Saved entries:
···
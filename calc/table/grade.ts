/**
 * Grading a column of a table against a severity table (a guideline's classes), row by row: the
 * class of every value as a new text column, with the table's provenance ("from memory" where it
 * applies) and the clinical caution added to the table's cautions. The table may depend on the
 * row (on its sex, for the adult limits).
 *
 * @module
 */
import type { ValidationIssue } from "../core/types.ts";
import { choiceError } from "../core/issues.ts";
import { formatCitation } from "../core/text.ts";
import { gradeSeverity } from "../grading/grade.ts";
import type { SeverityTable } from "../grading/types.ts";
import { adultReferenceRow, adultSeverityTable } from "../reference/adult.ts";
import type { Column, Table } from "./types.ts";
import { makeTable } from "./read.ts";
import { type TableRow, tableRow } from "./evaluate.ts";

/** The severity table of every row, or a function choosing it from the row's cells. */
export type SeverityChoice = SeverityTable | ((row: TableRow) => SeverityTable);

/**
 * Adds the class of every value of a column: a text column "<column> class" (empty where the
 * value is not measured, with an issue where the row's severity table cannot be chosen). The
 * classes come from {@linkcode gradeSeverity}, so they are the ones a single value gets; the
 * table's citations, its "from memory" mark and the clinical caution join the table's cautions.
 *
 * @param table The table.
 * @param column The numeric column to grade (a quantity id, e.g. "ejectionFraction").
 * @param severity The severity table, or a function choosing it per row.
 * @returns A new table with the class column.
 * @throws {TypeError} For a column that is not numeric or not of the severity table's quantity.
 *
 * @example LVEF classes by sex (Lang 2015 Table 2, from memory)
 * ```ts
 * import { adultSeverityBySex, gradeTable, readTable } from "@sonorigor/sonorigor";
 * import assert from "node:assert/strict";
 * const table = readTable("patient,sex,lvef [%]\nA,F,53\nB,M,53\n");
 * const graded = gradeTable(table, "ejectionFraction", adultSeverityBySex("lvEjectionFraction"));
 * const classes = graded.columns.get("ejectionFraction class")!;
 * // 53 % is mildly abnormal in a woman (normal 54–74) and normal in a man (52–72)
 * assert.deepEqual(classes.values, ["mildly abnormal", "normal"]);
 * assert.ok(graded.cautions.some((c) => /from memory/.test(c)));
 * ```
 */
export function gradeTable(table: Table, column: string, severity: SeverityChoice): Table {
  const c = table.columns.get(column);
  const where = `Grading '${column}'`;
  if (c === undefined || c.kind !== "numeric") {
    const numeric = [...table.columns.values()].filter((x) => x.kind === "numeric");
    throw new TypeError(
      `${where}: expected a numeric column of the table, one of ${
        numeric.map((x) => x.name).join(", ")
      }, got '${column}'`,
    );
  }
  const choose = typeof severity === "function" ? severity : () => severity;
  const classes: string[] = [];
  const issues: ValidationIssue[] = [];
  const used = new Map<string, SeverityTable>();
  const cautions = [...table.cautions];
  for (let i = 0; i < table.rowCount; i++) {
    const v = c.values[i]!;
    const at = { row: i, ...(table.lines[i] ? { line: table.lines[i]! } : {}) };
    if (Number.isNaN(v)) {
      classes.push("");
      continue;
    }
    try {
      const chosen = choose(tableRow(table, i));
      if (chosen.quantity.id !== c.quantity.id) {
        throw new TypeError(
          `${where}: expected a severity table of ${c.quantity.label}, got one of ${chosen.quantity.label} (${chosen.title})`,
        );
      }
      const g = gradeSeverity(chosen, v);
      classes.push(g.grade);
      used.set(chosen.id, chosen);
      for (const caution of g.cautions) if (!cautions.includes(caution)) cautions.push(caution);
    } catch (e) {
      const found = (e as { issues?: ValidationIssue[] }).issues;
      if (!found) throw e;
      classes.push("");
      for (const issue of found) issues.push({ ...issue, ...at });
    }
  }
  for (const t of used.values()) {
    const cited = [...new Set(t.bands.map((b) => formatCitation(b.citation)))].join("; ");
    const note = `Classes of ${c.quantity.label}: ${t.title}; ${cited}`;
    if (!cautions.includes(note)) cautions.push(note);
  }
  const columns = new Map<string, Column>(table.columns);
  const name = `${column} class`;
  columns.set(name, {
    kind: "text",
    name,
    header: `${c.quantity.label} class`,
    values: classes,
  });
  return makeTable({
    ...table,
    columns,
    issues: [...table.issues, ...issues].sort((a, b) => (a.row ?? -1) - (b.row ?? -1)),
    cautions,
  });
}

const FEMALE = new Set(["f", "female", "woman", "w"]);
const MALE = new Set(["m", "male", "man"]);

/**
 * Chooses the adult severity table of a parameter from each row's sex cell ("F", "M", "female",
 * "male", any case), for {@linkcode gradeTable}.
 *
 * @param parameter Parameter key of the adult reference table, e.g. "lvEjectionFraction".
 * @param sexColumn The text column holding the sex. @default "sex"
 * @returns The chooser; a row whose sex cell is none of these is an issue on that row.
 *
 * @example
 * ```ts
 * import { adultSeverityBySex } from "@sonorigor/sonorigor";
 * import assert from "node:assert/strict";
 * assert.match(adultSeverityBySex("laVolumeIndex")({ sex: "f" }).title, /LA volume index/);
 * assert.throws(() => adultSeverityBySex("laVolumeIndex")({ sex: "x" }), RangeError);
 * ```
 */
export function adultSeverityBySex(
  parameter: string,
  sexColumn = "sex",
): (row: TableRow) => SeverityTable {
  return (row) => {
    const cell = String(row[sexColumn] ?? "").trim().toLowerCase();
    const sex = FEMALE.has(cell) ? "female" : MALE.has(cell) ? "male" : null;
    if (sex === null) {
      throw choiceError("Adult reference", sexColumn, ["F", "M", "female", "male"], row[sexColumn]);
    }
    return adultSeverityTable(adultReferenceRow(parameter, sex));
  };
}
···
● **Directions for this task**:
Line by line, retype all of the entries.

● **Task result**:
filename calc/table/grade.ts
/**
 * Grading a column of a table against a severity table (a guideline's classes), row by row: the
 * class of every value as a new text column, with the table's provenance ("from memory" where it
 * applies) and the clinical caution added to the table's cautions. The table may depend on the
 * row (on its sex, for the adult limits).
 *
 * @module
 */
import type { ValidationIssue } from "../core/types.ts";
import { choiceError } from "../core/issues.ts";
import { formatCitation } from "../core/text.ts";
import { gradeSeverity } from "../grading/grade.ts";
import type { SeverityTable } from "../grading/types.ts";
import { adultReferenceRow, adultSeverityTable } from "../reference/adult.ts";
import type { Column, Table } from "./types.ts";
import { makeTable } from "./read.ts";
import { type TableRow, tableRow } from "./evaluate.ts";

/** The severity table of every row, or a function choosing it from the row's cells. */
export type SeverityChoice = SeverityTable | ((row: TableRow) => SeverityTable);

/**
 * Adds the class of every value of a column: a text column "<column> class" (empty where the
 * value is not measured, with an issue where the row's severity table cannot be chosen). The
 * classes come from {@linkcode gradeSeverity}, so they are the ones a single value gets; the
 * table's citations, its "from memory" mark and the clinical caution join the table's cautions.
 *
 * @param table The table.
 * @param column The numeric column to grade (a quantity id, e.g. "ejectionFraction").
 * @param severity The severity table, or a function choosing it per row.
 * @returns A new table with the class column.
 * @throws {TypeError} For a column that is not numeric or not of the severity table's quantity.
 *
 * @example LVEF classes by sex (Lang 2015 Table 2, from memory)
 * ```ts
 * import { adultSeverityBySex, gradeTable, readTable } from "@sonorigor/sonorigor";
 * import assert from "node:assert/strict";
 * const table = readTable("patient,sex,lvef [%]\nA,F,53\nB,M,53\n");
 * const graded = gradeTable(table, "ejectionFraction", adultSeverityBySex("lvEjectionFraction"));
 * const classes = graded.columns.get("ejectionFraction class")!;
 * // 53 % is mildly abnormal in a woman (normal 54–74) and normal in a man (52–72)
 * assert.deepEqual(classes.values, ["mildly abnormal", "normal"]);
 * assert.ok(graded.cautions.some((c) => /from memory/.test(c)));
 * ```
 */
export function gradeTable(table: Table, column: string, severity: SeverityChoice): Table {
  const c = table.columns.get(column);
  const where = `Grading '${column}'`;
  if (c === undefined || c.kind !== "numeric") {
    const numeric = [...table.columns.values()].filter((x) => x.kind === "numeric");
    throw new TypeError(
      `${where}: expected a numeric column of the table, one of ${
        numeric.map((x) => x.name).join(", ")
      }, got '${column}'`,
    );
  }
  const choose = typeof severity === "function" ? severity : () => severity;
  const classes: string[] = [];
  const issues: ValidationIssue[] = [];
  const used = new Map<string, SeverityTable>();
  const cautions = [...table.cautions];
  for (let i = 0; i < table.rowCount; i++) {
    const v = c.values[i]!;
    const at = { row: i, ...(table.lines[i] ? { line: table.lines[i]! } : {}) };
    if (Number.isNaN(v)) {
      classes.push("");
      continue;
    }
    try {
      const chosen = choose(tableRow(table, i));
      if (chosen.quantity.id !== c.quantity.id) {
        throw new TypeError(
          `${where}: expected a severity table of ${c.quantity.label}, got one of ${chosen.quantity.label} (${chosen.title})`,
        );
      }
      const g = gradeSeverity(chosen, v);
      classes.push(g.grade);
      used.set(chosen.id, chosen);
      for (const caution of g.cautions) if (!cautions.includes(caution)) cautions.push(caution);
    } catch (e) {
      const found = (e as { issues?: ValidationIssue[] }).issues;
      if (!found) throw e;
      classes.push("");
      for (const issue of found) issues.push({ ...issue, ...at });
    }
  }
  for (const t of used.values()) {
    const cited = [...new Set(t.bands.map((b) => formatCitation(b.citation)))].join("; ");
    const note = `Classes of ${c.quantity.label}: ${t.title}; ${cited}`;
    if (!cautions.includes(note)) cautions.push(note);
  }
  const columns = new Map<string, Column>(table.columns);
  const name = `${column} class`;
  columns.set(name, {
    kind: "text",
    name,
    header: `${c.quantity.label} class`,
    values: classes,
  });
  return makeTable({
    ...table,
    columns,
    issues: [...table.issues, ...issues].sort((a, b) => (a.row ?? -1) - (b.row ?? -1)),
    cautions,
  });
}

const FEMALE = new Set(["f", "female", "woman", "w"]);
const MALE = new Set(["m", "male", "man"]);

/**
 * Chooses the adult severity table of a parameter from each row's sex cell ("F", "M", "female",
 * "male", any case), for {@linkcode gradeTable}.
 *
 * @param parameter Parameter key of the adult reference table, e.g. "lvEjectionFraction".
 * @param sexColumn The text column holding the sex. @default "sex"
 * @returns The chooser; a row whose sex cell is none of these is an issue on that row.
 *
 * @example
 * ```ts
 * import { adultSeverityBySex } from "@sonorigor/sonorigor";
 * import assert from "node:assert/strict";
 * assert.match(adultSeverityBySex("laVolumeIndex")({ sex: "f" }).title, /LA volume index/);
 * assert.throws(() => adultSeverityBySex("laVolumeIndex")({ sex: "x" }), RangeError);
 * ```
 */
export function adultSeverityBySex(
  parameter: string,
  sexColumn = "sex",
): (row: TableRow) => SeverityTable {
  return (row) => {
    const cell = String(row[sexColumn] ?? "").trim().toLowerCase();
    const sex = FEMALE.has(cell) ? "female" : MALE.has(cell) ? "male" : null;
    if (sex === null) {
      throw choiceError("Adult reference", sexColumn, ["F", "M", "female", "male"], row[sexColumn]);
    }
    return adultSeverityTable(adultReferenceRow(parameter, sex));
  };
}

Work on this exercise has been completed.